» TASK OBJECTIVE
Only a number is expected in reply: the number of lines below that include the word "progress".

» ENTRIES SUPPLIED

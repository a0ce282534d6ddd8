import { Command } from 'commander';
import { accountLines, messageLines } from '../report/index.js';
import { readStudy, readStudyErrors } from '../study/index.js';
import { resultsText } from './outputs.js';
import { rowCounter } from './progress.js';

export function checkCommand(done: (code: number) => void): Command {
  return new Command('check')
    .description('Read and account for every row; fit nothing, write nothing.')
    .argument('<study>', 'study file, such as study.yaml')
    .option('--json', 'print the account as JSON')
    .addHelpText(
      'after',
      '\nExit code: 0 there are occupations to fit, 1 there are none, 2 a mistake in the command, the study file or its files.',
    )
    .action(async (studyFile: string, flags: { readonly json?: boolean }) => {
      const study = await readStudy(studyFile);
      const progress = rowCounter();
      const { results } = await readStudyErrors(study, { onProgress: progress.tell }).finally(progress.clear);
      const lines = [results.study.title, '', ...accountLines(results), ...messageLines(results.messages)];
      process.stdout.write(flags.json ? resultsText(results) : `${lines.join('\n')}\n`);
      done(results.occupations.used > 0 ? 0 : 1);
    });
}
--
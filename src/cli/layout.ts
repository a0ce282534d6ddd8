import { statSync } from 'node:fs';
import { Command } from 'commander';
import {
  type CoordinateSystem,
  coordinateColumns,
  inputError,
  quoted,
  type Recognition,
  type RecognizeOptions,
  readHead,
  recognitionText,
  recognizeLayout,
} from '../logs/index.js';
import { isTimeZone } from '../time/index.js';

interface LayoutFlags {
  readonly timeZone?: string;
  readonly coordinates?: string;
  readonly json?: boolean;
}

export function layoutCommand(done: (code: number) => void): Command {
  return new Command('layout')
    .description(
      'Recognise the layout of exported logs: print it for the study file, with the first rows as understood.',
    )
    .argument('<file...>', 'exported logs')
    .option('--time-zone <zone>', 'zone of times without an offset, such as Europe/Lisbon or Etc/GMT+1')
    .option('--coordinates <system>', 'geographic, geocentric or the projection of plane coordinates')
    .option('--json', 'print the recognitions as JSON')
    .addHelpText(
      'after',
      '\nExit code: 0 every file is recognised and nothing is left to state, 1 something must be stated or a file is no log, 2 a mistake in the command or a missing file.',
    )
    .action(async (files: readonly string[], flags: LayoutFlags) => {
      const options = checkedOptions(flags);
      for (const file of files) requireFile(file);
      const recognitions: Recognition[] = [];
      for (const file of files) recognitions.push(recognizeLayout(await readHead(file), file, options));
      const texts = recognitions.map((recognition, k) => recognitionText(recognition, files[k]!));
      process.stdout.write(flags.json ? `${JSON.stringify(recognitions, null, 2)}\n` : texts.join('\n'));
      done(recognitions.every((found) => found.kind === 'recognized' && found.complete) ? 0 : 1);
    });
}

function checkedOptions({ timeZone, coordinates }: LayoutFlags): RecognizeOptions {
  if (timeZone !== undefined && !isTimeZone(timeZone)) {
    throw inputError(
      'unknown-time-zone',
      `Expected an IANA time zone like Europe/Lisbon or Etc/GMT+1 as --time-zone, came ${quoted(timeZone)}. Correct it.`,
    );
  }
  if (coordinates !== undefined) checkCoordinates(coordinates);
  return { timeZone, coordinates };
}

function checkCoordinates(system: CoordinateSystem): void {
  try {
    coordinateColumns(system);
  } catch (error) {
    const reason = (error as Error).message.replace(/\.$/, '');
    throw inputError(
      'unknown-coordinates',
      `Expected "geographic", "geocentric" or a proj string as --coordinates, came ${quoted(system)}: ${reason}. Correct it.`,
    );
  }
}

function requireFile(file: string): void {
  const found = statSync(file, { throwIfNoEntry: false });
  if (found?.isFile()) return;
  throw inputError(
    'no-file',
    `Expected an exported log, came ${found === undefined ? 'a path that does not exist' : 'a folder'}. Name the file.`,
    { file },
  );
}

» RESPONSE AREA
3